Exercise materials
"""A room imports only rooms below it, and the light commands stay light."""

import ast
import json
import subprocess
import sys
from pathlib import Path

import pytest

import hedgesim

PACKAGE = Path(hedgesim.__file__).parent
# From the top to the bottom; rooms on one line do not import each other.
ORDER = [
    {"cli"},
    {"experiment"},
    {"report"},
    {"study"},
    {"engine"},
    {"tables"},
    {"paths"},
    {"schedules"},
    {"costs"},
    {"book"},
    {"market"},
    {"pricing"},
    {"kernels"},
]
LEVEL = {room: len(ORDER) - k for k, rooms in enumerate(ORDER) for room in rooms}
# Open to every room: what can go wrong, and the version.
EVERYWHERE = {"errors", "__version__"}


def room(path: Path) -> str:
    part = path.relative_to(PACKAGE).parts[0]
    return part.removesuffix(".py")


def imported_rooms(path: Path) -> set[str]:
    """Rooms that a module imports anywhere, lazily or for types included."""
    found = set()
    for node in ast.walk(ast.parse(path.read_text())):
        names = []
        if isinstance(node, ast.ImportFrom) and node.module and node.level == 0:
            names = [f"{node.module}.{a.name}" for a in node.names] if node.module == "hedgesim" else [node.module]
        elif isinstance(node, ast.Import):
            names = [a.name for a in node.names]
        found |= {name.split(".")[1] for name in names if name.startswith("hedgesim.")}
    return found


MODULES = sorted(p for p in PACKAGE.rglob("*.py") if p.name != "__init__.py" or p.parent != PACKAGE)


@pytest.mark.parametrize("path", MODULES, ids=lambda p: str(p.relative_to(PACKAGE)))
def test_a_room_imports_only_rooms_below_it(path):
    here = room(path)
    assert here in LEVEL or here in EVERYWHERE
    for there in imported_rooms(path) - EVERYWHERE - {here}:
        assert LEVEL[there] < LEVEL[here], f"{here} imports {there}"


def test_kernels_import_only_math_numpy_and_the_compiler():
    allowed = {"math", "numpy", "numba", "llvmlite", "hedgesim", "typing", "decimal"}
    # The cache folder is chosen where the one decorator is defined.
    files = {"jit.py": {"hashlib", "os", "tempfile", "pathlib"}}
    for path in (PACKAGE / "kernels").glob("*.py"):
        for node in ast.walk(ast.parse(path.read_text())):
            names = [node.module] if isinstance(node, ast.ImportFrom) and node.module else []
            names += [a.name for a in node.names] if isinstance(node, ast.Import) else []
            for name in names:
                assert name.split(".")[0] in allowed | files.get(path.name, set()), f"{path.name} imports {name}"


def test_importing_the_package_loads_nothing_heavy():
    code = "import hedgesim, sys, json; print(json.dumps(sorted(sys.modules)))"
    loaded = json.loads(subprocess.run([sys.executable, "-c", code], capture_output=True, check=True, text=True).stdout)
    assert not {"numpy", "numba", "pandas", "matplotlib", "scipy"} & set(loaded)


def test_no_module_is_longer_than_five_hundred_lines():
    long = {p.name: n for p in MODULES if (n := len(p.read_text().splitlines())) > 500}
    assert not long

Task directions
All lines of the records above with the word "allowed" in them are to be copied.

Exercise solution
    allowed = {"math", "numpy", "numba", "llvmlite", "hedgesim", "typing", "decimal"}
                assert name.split(".")[0] in allowed | files.get(path.name, set()), f"{path.name} imports {name}"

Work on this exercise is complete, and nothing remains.